> [Your objective] Would you write out all of the records that follow, exactly as they stand?

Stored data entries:

━━━━━━━━━━

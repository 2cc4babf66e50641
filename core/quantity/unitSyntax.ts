/**
 * Spelling of units: one key for every way of writing the same product of powers.
 *
 * `m/s`, `m·s^-1`, `m s-1` share a key, and so do `cm2/s`, `cm^2/s`, `cm²/s`. Case matters, as in the SI.
 */

/** Words and letters that stand for a symbol of the table. */
const ATOM_SPELLINGS: ReadonlyMap<string, string> = new Map([
  ['l', 'L'],
  ['ml', 'mL'],
  ['µl', 'µL'],
  ['ul', 'µL'],
  ['sec', 's'],
  ['secs', 's'],
  ['second', 's'],
  ['seconds', 's'],
  ['mins', 'min'],
  ['minute', 'min'],
  ['minutes', 'min'],
  ['hr', 'h'],
  ['hrs', 'h'],
  ['hour', 'h'],
  ['hours', 'h'],
  ['inch', 'in'],
  ['inches', 'in'],
  ['"', 'in'],
  ['foot', 'ft'],
  ['feet', 'ft'],
  ['metre', 'm'],
  ['metres', 'm'],
  ['meter', 'm'],
  ['meters', 'm'],
  ['litre', 'L'],
  ['litres', 'L'],
  ['liter', 'L'],
  ['liters', 'L'],
  ['knot', 'kn'],
  ['knots', 'kn'],
  ['kts', 'kn'],
  ['deg', '°'],
  ['degree', '°'],
  ['degrees', '°'],
  ['degC', '°C'],
  ['degF', '°F'],
])

const SUPERSCRIPTS = '⁰¹²³⁴⁵⁶⁷⁸⁹'
const SUPERSCRIPT_RUN = /[⁺⁻]?[⁰¹²³⁴⁵⁶⁷⁸⁹]+/gu
const INVISIBLE = /[\u200B-\u200F\u2060\uFEFF]/gu
const DASHES = /[\u2212\u2013\uFE63\uFF0D]/gu

/**
 * Typed or pasted text in one alphabet: superscripts as ^n (before anything could turn 10² into 102), dashes used
 * as minus as '-', every kind of space as a plain one, both code points of micro as µ.
 */
export function plainText(text: string): string {
  return text
    .replace(INVISIBLE, '')
    .replace(SUPERSCRIPT_RUN, superscriptToPower)
    .replace(DASHES, '-')
    .normalize('NFKC')
    .replaceAll('\u03BC', '\u00B5')
    .trim()
}

function superscriptToPower(run: string): string {
  const digits = Array.from(run, (letter) =>
    letter === '⁻' ? '-' : letter === '⁺' ? '+' : String(SUPERSCRIPTS.indexOf(letter)),
  )
  return `^${digits.join('')}`
}

const ATOM = /^([A-Za-zµ°%‰"]+)(?:\^?([+-]?\d{1,2}))?/u

/**
 * The key of a unit written in plain text, or null where it is not a product of powers.
 * A product after a division without brackets (kg/m·s) has two readings and is refused.
 */
export function unitKey(text: string): string | null {
  const powers = new Map<string, number>()
  let rest = text
    .replace(/(?:degrees?|deg|°)\s+([CF])$/u, '°$1')
    .replaceAll('**', '^')
    .trim()
  if (rest.startsWith('1/') || rest.startsWith('1 /')) rest = rest.slice(1).trimStart()
  let divided = false
  for (let first = true; rest !== ''; first = false) {
    const joint = /^\s*([/·⋅*.×]?)\s*/u.exec(rest)
    const sign = joint?.[1] ?? ''
    if (first ? sign !== '' && sign !== '/' : sign !== '/' && divided) return null
    if (sign === '/') divided = true
    rest = rest.slice(joint?.[0].length ?? 0)
    const atom = ATOM.exec(rest)
    if (atom === null) return null
    const name = atomSymbol(atom[1] ?? '')
    const power = Number(atom[2] ?? '1') * (sign === '/' ? -1 : 1)
    powers.set(name, (powers.get(name) ?? 0) + power)
    rest = rest.slice(atom[0].length)
  }
  return Array.from(powers, ([name, power]) => `${name}^${power}`)
    .sort()
    .join(' ')
}

/** The table's symbol for one written symbol: known spellings, and u for micro. */
function atomSymbol(written: string): string {
  const known = ATOM_SPELLINGS.get(written)
  if (known !== undefined) return known
  return /^u[A-Z]|^u[mgs]$/u.test(written) ? `µ${written.slice(1)}` : written
}
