import { Dialog, DialogTrigger, Popover } from 'react-aria-components';
import { words } from '../../words/en.ts';
import { Button } from '../button.tsx';
import { Checkbox } from '../checkbox.tsx';
import { type Column, headingOf } from './column.ts';

type TableToolsProps<Row> = {
  columns: readonly Column<Row>[];
  shown: readonly string[];
  setShown: (columns: string[] | null) => void;
  dense: boolean;
  setDense: (dense: boolean) => void;
  exportCsv: () => void;
};

/** Column choice, row height and the same view as a file. */
export function TableTools<Row>(props: TableToolsProps<Row>) {
  const { columns, shown } = props;
  return (
    <div className="table-tools no-print flex flex-wrap items-center gap-x-4">
      <DialogTrigger>
        <Button weight="quiet">{words.table.columns}</Button>
        <Popover
          placement="bottom end"
          className="rounded-3 border border-edge bg-panel text-15 text-ink"
        >
          <Dialog aria-label={words.table.columnsLabel} className="px-4 py-3 outline-none">
            {columns.map((column, index) => (
              <Checkbox
                key={column.id}
                checked={shown.includes(column.id)}
                disabled={index === 0 || column.fixed}
                onChange={(checked) => {
                  const next = columns
                    .filter(({ id }) => (id === column.id ? checked : shown.includes(id)))
                    .map(({ id }) => id);
                  const usual = columns.filter(({ hidden }) => !hidden).map(({ id }) => id);
                  props.setShown(next.join() === usual.join() ? null : next);
                }}
              >
                {headingOf(column)}
              </Checkbox>
            ))}
            <div className="mt-2 border-t border-line pt-2">
              <Checkbox checked={props.dense} onChange={props.setDense}>
                {words.table.dense}
              </Checkbox>
            </div>
          </Dialog>
        </Popover>
      </DialogTrigger>
      <Button weight="quiet" onPress={props.exportCsv}>
        {words.table.exportCsv}
      </Button>
    </div>
  );
}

━━━━━━━━━━

> [Written solution]
repository 2cc4babf66e50641
filename core/quantity/unitSyntax.ts
/**
 * Spelling of units: one key for every way of writing the same product of powers.
 *
 * `m/s`, `m·s^-1`, `m s-1` share a key, and so do `cm2/s`, `cm^2/s`, `cm²/s`. Case matters, as in the SI.
 */

/** Words and letters that stand for a symbol of the table. */
const ATOM_SPELLINGS: ReadonlyMap<string, string> = new Map([
  ['l', 'L'],
  ['ml', 'mL'],
  ['µl', 'µL'],
  ['ul', 'µL'],
  ['sec', 's'],
  ['secs', 's'],
  ['second', 's'],
  ['seconds', 's'],
  ['mins', 'min'],
  ['minute', 'min'],
  ['minutes', 'min'],
  ['hr', 'h'],
  ['hrs', 'h'],
  ['hour', 'h'],
  ['hours', 'h'],
  ['inch', 'in'],
  ['inches', 'in'],
  ['"', 'in'],
  ['foot', 'ft'],
  ['feet', 'ft'],
  ['metre', 'm'],
  ['metres', 'm'],
  ['meter', 'm'],
  ['meters', 'm'],
  ['litre', 'L'],
  ['litres', 'L'],
  ['liter', 'L'],
  ['liters', 'L'],
  ['knot', 'kn'],
  ['knots', 'kn'],
  ['kts', 'kn'],
  ['deg', '°'],
  ['degree', '°'],
  ['degrees', '°'],
  ['degC', '°C'],
  ['degF', '°F'],
])

const SUPERSCRIPTS = '⁰¹²³⁴⁵⁶⁷⁸⁹'
const SUPERSCRIPT_RUN = /[⁺⁻]?[⁰¹²³⁴⁵⁶⁷⁸⁹]+/gu
const INVISIBLE = /[\u200B-\u200F\u2060\uFEFF]/gu
const DASHES = /[\u2212\u2013\uFE63\uFF0D]/gu

/**
 * Typed or pasted text in one alphabet: superscripts as ^n (before anything could turn 10² into 102), dashes used
 * as minus as '-', every kind of space as a plain one, both code points of micro as µ.
 */
export function plainText(text: string): string {
  return text
    .replace(INVISIBLE, '')
    .replace(SUPERSCRIPT_RUN, superscriptToPower)
    .replace(DASHES, '-')
    .normalize('NFKC')
    .replaceAll('\u03BC', '\u00B5')
    .trim()
}

function superscriptToPower(run: string): string {
  const digits = Array.from(run, (letter) =>
    letter === '⁻' ? '-' : letter === '⁺' ? '+' : String(SUPERSCRIPTS.indexOf(letter)),
  )
  return `^${digits.join('')}`
}

const ATOM = /^([A-Za-zµ°%‰"]+)(?:\^?([+-]?\d{1,2}))?/u

/**
 * The key of a unit written in plain text, or null where it is not a product of powers.
 * A product after a division without brackets (kg/m·s) has two readings and is refused.
 */
export function unitKey(text: string): string | null {
  const powers = new Map<string, number>()
  let rest = text
    .replace(/(?:degrees?|deg|°)\s+([CF])$/u, '°$1')
    .replaceAll('**', '^')
    .trim()
  if (rest.startsWith('1/') || rest.startsWith('1 /')) rest = rest.slice(1).trimStart()
  let divided = false
  for (let first = true; rest !== ''; first = false) {
    const joint = /^\s*([/·⋅*.×]?)\s*/u.exec(rest)
    const sign = joint?.[1] ?? ''
    if (first ? sign !== '' && sign !== '/' : sign !== '/' && divided) return null
    if (sign === '/') divided = true
    rest = rest.slice(joint?.[0].length ?? 0)
    const atom = ATOM.exec(rest)
    if (atom === null) return null
    const name = atomSymbol(atom[1] ?? '')
    const power = Number(atom[2] ?? '1') * (sign === '/' ? -1 : 1)
    powers.set(name, (powers.get(name) ?? 0) + power)
    rest = rest.slice(atom[0].length)
  }
  return Array.from(powers, ([name, power]) => `${name}^${power}`)
    .sort()
    .join(' ')
}

/** The table's symbol for one written symbol: known spellings, and u for micro. */
function atomSymbol(written: string): string {
  const known = ATOM_SPELLINGS.get(written)
  if (known !== undefined) return known
  return /^u[A-Z]|^u[mgs]$/u.test(written) ? `µ${written.slice(1)}` : written
}
import { Dialog, DialogTrigger, Popover } from 'react-aria-components';
import { words } from '../../words/en.ts';
import { Button } from '../button.tsx';
import { Checkbox } from '../checkbox.tsx';
import { type Column, headingOf } from './column.ts';

type TableToolsProps<Row> = {
  columns: readonly Column<Row>[];
  shown: readonly string[];
  setShown: (columns: string[] | null) => void;
  dense: boolean;
  setDense: (dense: boolean) => void;
  exportCsv: () => void;
};

/** Column choice, row height and the same view as a file. */
export function TableTools<Row>(props: TableToolsProps<Row>) {
  const { columns, shown } = props;
  return (
    <div className="table-tools no-print flex flex-wrap items-center gap-x-4">
      <DialogTrigger>
        <Button weight="quiet">{words.table.columns}</Button>
        <Popover
          placement="bottom end"
          className="rounded-3 border border-edge bg-panel text-15 text-ink"
        >
          <Dialog aria-label={words.table.columnsLabel} className="px-4 py-3 outline-none">
            {columns.map((column, index) => (
              <Checkbox
                key={column.id}
                checked={shown.includes(column.id)}
                disabled={index === 0 || column.fixed}
                onChange={(checked) => {
                  const next = columns
                    .filter(({ id }) => (id === column.id ? checked : shown.includes(id)))
                    .map(({ id }) => id);
                  const usual = columns.filter(({ hidden }) => !hidden).map(({ id }) => id);
                  props.setShown(next.join() === usual.join() ? null : next);
                }}
              >
                {headingOf(column)}
              </Checkbox>
            ))}
            <div className="mt-2 border-t border-line pt-2">
              <Checkbox checked={props.dense} onChange={props.setDense}>
                {words.table.dense}
              </Checkbox>
            </div>
          </Dialog>
        </Popover>
      </DialogTrigger>
      <Button weight="quiet" onPress={props.exportCsv}>
        {words.table.exportCsv}
      </Button>
    </div>
  );
}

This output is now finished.